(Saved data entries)

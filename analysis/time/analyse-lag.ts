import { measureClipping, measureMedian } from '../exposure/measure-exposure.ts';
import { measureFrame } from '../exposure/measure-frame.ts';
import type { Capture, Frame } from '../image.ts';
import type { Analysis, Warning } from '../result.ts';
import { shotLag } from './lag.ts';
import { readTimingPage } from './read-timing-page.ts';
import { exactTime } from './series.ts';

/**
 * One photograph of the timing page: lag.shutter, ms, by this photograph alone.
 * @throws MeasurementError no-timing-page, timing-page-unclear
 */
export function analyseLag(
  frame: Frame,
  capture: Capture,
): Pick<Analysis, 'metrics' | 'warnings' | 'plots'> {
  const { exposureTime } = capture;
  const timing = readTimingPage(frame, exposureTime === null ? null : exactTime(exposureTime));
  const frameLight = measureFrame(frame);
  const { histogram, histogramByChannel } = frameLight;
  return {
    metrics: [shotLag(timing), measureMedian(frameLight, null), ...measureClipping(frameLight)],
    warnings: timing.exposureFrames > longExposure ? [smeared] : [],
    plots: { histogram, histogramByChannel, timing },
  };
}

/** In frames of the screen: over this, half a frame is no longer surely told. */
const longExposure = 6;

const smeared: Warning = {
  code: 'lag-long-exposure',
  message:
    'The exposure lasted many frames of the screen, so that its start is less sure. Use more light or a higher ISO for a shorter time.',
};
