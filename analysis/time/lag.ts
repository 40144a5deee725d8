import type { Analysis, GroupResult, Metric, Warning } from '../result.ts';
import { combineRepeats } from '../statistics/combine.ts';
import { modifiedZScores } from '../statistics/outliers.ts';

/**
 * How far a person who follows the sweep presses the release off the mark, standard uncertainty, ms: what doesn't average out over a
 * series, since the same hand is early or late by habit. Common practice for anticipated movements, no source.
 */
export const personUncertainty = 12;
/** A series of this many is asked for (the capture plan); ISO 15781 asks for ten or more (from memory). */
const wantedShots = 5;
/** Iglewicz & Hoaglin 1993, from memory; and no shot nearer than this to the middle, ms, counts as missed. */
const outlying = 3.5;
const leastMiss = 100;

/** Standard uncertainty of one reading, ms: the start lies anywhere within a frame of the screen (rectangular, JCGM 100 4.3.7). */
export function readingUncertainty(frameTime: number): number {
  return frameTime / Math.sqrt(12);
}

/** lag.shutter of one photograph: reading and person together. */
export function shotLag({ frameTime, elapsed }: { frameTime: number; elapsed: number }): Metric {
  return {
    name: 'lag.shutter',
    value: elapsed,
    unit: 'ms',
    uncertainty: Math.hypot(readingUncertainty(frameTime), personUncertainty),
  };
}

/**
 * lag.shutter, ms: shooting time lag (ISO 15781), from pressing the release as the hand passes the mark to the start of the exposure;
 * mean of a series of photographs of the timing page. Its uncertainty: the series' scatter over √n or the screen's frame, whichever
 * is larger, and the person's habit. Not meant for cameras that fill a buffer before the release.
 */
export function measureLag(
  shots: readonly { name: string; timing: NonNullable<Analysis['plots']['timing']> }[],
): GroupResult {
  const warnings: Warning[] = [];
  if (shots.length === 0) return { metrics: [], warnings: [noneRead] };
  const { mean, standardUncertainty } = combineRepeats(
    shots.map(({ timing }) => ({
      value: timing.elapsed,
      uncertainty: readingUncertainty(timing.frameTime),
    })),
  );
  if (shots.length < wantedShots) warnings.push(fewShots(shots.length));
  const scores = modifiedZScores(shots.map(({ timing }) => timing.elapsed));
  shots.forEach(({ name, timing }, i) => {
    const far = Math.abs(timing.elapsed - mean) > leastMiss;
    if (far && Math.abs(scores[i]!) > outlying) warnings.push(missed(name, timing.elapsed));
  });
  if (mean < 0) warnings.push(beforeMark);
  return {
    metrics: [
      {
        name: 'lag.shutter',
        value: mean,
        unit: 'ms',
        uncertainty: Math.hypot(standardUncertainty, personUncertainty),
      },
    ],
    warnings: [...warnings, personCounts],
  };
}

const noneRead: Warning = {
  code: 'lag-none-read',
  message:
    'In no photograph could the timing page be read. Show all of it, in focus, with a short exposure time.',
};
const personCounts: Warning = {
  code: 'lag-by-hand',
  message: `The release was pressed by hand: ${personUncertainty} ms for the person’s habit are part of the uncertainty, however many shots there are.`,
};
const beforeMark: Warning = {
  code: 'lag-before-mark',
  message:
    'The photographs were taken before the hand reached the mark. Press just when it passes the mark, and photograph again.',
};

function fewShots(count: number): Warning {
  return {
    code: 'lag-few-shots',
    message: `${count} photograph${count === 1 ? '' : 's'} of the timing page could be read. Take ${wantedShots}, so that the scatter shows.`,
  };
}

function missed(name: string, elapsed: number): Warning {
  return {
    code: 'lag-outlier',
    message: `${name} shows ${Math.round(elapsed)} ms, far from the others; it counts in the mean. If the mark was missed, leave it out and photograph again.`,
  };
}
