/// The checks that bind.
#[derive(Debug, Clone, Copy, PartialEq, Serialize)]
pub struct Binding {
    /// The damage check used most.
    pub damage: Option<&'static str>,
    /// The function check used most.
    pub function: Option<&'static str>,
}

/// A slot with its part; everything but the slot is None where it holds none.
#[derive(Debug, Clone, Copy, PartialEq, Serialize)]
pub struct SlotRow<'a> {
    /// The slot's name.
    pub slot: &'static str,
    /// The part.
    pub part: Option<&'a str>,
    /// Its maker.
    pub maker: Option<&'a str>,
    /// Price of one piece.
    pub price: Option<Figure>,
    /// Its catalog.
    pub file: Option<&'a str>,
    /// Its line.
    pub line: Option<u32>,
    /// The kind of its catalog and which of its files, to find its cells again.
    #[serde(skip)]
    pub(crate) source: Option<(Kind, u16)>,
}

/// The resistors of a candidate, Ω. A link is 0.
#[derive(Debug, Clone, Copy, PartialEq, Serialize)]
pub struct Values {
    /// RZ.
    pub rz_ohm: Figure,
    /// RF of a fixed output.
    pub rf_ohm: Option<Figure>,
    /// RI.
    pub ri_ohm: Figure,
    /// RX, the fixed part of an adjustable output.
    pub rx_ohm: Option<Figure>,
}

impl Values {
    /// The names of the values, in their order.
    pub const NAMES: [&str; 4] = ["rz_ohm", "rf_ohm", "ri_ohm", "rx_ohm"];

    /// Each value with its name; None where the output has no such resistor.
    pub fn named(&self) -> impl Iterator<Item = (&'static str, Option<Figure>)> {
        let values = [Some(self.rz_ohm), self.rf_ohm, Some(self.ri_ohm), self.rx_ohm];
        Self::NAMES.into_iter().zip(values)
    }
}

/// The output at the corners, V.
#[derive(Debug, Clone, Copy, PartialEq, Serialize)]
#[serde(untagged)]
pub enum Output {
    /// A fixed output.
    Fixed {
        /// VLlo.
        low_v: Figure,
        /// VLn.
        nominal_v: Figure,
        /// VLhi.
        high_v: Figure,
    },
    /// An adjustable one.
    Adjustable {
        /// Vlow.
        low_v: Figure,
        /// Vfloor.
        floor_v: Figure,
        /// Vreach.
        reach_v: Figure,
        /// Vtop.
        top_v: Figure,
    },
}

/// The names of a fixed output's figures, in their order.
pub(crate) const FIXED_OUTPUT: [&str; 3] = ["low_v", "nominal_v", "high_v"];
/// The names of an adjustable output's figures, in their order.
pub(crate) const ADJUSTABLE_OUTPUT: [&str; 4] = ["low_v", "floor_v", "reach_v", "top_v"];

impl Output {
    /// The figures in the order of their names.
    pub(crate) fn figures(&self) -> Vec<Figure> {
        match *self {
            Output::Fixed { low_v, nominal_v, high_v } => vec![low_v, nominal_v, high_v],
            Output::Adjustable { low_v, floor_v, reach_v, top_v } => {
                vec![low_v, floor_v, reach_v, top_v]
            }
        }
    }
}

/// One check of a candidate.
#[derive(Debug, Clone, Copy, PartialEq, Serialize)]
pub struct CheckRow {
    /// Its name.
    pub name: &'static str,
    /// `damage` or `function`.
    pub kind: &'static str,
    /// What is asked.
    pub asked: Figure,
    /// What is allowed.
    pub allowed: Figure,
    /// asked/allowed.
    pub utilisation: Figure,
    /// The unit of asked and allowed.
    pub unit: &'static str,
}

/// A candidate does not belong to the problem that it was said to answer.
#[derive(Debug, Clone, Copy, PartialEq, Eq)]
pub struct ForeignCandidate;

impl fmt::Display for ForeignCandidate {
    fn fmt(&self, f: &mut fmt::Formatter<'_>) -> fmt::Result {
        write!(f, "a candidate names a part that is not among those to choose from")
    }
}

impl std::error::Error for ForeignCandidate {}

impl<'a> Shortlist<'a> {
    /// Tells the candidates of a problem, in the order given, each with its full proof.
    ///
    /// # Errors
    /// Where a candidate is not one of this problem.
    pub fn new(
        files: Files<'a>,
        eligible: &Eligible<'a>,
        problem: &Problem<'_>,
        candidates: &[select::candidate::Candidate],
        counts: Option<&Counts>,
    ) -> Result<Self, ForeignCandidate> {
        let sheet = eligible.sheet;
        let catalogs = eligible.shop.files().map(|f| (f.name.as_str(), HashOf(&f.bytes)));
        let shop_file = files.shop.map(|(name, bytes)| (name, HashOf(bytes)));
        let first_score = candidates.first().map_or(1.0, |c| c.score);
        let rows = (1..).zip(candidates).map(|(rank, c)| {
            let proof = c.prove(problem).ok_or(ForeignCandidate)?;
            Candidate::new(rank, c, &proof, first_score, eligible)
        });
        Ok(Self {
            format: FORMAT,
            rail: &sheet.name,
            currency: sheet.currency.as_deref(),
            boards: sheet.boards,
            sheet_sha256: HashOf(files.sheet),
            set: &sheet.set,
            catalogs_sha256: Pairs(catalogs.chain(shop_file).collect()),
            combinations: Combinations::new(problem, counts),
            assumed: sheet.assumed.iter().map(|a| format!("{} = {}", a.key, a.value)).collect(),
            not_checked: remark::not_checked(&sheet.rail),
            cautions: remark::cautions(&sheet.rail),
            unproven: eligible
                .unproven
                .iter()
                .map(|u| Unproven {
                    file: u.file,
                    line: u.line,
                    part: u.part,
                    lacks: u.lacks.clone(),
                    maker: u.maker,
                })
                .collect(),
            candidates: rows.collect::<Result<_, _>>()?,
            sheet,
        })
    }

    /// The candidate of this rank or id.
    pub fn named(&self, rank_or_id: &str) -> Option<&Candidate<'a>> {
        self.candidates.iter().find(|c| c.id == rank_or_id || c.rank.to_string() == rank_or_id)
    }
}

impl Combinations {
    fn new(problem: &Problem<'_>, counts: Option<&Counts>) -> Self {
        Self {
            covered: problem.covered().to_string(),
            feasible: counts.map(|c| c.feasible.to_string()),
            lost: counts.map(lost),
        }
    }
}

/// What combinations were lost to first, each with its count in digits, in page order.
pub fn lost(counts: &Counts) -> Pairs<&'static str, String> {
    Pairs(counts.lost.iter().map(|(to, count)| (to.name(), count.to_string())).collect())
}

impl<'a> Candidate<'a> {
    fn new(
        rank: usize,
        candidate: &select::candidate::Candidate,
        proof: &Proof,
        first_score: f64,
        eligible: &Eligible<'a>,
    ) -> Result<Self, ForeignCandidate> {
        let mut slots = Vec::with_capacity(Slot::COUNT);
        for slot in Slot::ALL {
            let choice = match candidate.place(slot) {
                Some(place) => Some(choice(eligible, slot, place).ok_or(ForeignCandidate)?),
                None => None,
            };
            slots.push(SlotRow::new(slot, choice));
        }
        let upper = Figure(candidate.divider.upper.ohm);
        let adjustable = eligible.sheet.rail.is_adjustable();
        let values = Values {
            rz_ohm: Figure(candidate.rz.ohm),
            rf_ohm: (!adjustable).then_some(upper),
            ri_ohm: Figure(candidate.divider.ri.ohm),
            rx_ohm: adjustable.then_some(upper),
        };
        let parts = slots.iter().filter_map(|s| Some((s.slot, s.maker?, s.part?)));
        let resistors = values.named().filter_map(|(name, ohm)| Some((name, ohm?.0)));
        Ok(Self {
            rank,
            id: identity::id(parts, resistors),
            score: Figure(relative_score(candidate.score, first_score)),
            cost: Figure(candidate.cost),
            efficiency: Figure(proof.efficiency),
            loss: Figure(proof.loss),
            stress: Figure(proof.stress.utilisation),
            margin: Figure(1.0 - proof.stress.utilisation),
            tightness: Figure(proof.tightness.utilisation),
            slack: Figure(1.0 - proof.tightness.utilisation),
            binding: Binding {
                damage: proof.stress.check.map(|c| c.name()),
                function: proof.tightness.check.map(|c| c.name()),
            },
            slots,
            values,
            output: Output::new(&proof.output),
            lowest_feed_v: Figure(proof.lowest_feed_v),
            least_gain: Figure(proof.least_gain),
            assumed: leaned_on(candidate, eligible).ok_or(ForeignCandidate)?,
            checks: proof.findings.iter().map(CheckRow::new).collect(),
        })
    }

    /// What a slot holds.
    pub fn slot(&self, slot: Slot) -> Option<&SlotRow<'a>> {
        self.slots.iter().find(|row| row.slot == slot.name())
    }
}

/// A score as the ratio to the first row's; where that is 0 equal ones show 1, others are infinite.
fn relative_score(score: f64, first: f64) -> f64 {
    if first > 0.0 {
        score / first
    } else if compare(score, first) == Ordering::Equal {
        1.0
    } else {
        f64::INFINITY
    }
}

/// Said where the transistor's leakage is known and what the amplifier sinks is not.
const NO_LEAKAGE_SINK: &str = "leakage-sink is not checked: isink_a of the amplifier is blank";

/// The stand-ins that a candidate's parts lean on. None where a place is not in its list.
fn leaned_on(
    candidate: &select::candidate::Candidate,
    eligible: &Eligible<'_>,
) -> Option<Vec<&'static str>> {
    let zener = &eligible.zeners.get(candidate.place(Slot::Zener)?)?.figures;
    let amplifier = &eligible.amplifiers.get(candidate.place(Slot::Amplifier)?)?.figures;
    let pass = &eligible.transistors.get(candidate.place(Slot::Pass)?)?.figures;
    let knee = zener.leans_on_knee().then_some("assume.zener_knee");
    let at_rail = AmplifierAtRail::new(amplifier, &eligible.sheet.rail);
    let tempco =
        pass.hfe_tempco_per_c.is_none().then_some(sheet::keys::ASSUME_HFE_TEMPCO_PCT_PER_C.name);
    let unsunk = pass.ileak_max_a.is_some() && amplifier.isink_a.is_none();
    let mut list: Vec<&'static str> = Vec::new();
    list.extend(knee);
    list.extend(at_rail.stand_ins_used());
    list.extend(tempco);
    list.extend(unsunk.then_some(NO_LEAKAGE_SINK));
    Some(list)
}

* WHAT THE TASK REQUIRES
Give back the records above exactly, limited to the lines between the one holding "fn relative_score(score: f64, first: f64)" and the one holding "let unsunk = pass.ileak_max_a.is_some()", inclusive.

* SOLUTION TO THIS EXERCISE
fn relative_score(score: f64, first: f64) -> f64 {
    if first > 0.0 {
        score / first
    } else if compare(score, first) == Ordering::Equal {
        1.0
    } else {
        f64::INFINITY
    }
}

/// Said where the transistor's leakage is known and what the amplifier sinks is not.
const NO_LEAKAGE_SINK: &str = "leakage-sink is not checked: isink_a of the amplifier is blank";

/// The stand-ins that a candidate's parts lean on. None where a place is not in its list.
fn leaned_on(
    candidate: &select::candidate::Candidate,
    eligible: &Eligible<'_>,
) -> Option<Vec<&'static str>> {
    let zener = &eligible.zeners.get(candidate.place(Slot::Zener)?)?.figures;
    let amplifier = &eligible.amplifiers.get(candidate.place(Slot::Amplifier)?)?.figures;
    let pass = &eligible.transistors.get(candidate.place(Slot::Pass)?)?.figures;
    let knee = zener.leans_on_knee().then_some("assume.zener_knee");
    let at_rail = AmplifierAtRail::new(amplifier, &eligible.sheet.rail);
    let tempco =
        pass.hfe_tempco_per_c.is_none().then_some(sheet::keys::ASSUME_HFE_TEMPCO_PCT_PER_C.name);
    let unsunk = pass.ileak_max_a.is_some() && amplifier.isink_a.is_none();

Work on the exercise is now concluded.